- EXERCISE INSTRUCTIONS
Please work out how many lines below contain the word "rankine", and reply with only that number.
[RECORDS SHOWN — start]
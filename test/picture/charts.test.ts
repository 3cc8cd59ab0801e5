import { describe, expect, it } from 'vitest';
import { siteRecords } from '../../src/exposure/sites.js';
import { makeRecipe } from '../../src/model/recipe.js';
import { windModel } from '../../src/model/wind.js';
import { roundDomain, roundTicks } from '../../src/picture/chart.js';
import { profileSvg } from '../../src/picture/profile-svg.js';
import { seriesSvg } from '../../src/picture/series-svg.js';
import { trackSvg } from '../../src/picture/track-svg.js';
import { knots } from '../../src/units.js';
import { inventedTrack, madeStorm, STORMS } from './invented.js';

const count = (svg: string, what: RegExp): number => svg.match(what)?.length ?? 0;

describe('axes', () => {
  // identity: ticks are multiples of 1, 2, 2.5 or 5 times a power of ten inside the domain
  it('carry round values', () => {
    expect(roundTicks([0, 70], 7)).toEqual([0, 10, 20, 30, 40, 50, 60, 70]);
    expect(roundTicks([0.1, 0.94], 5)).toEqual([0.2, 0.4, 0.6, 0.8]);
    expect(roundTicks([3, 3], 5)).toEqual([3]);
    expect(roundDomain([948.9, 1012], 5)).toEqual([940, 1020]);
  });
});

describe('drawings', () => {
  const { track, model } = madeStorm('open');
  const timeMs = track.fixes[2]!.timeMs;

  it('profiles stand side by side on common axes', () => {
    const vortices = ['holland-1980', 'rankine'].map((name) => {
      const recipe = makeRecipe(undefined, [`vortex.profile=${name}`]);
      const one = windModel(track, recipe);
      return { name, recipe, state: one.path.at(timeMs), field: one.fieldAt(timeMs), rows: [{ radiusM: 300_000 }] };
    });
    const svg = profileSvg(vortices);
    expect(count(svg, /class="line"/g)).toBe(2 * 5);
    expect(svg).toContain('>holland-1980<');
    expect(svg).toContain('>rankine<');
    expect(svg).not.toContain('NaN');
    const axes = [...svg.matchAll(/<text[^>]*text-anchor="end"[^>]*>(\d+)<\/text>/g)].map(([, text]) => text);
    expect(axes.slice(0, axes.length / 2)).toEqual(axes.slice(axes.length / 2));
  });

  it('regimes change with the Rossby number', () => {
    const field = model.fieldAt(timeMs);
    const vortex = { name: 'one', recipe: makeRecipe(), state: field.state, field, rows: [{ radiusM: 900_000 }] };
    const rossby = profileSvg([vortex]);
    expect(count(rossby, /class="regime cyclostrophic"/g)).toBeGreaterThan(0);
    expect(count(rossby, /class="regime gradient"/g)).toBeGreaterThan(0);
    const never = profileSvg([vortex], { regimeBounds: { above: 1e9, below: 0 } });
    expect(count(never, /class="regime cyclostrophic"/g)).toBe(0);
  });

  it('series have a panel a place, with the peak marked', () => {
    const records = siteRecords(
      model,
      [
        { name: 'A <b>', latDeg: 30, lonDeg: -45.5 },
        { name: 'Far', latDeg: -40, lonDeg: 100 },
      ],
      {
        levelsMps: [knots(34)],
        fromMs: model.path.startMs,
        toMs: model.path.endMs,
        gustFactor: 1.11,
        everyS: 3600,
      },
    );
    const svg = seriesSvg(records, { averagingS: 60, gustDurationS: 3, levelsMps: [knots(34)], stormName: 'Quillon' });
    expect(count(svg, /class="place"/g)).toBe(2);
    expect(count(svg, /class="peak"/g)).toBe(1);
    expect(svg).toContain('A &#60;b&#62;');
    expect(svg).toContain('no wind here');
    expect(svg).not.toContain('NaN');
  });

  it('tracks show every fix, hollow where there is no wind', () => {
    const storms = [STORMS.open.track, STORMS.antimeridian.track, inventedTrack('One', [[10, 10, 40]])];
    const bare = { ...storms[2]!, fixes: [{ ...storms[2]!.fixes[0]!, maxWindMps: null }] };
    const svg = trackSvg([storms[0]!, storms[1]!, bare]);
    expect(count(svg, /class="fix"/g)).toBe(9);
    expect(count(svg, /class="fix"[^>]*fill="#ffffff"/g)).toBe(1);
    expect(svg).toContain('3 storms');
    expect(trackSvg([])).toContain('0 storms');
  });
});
[RECORDS SHOWN — finish]
- OUTPUT
2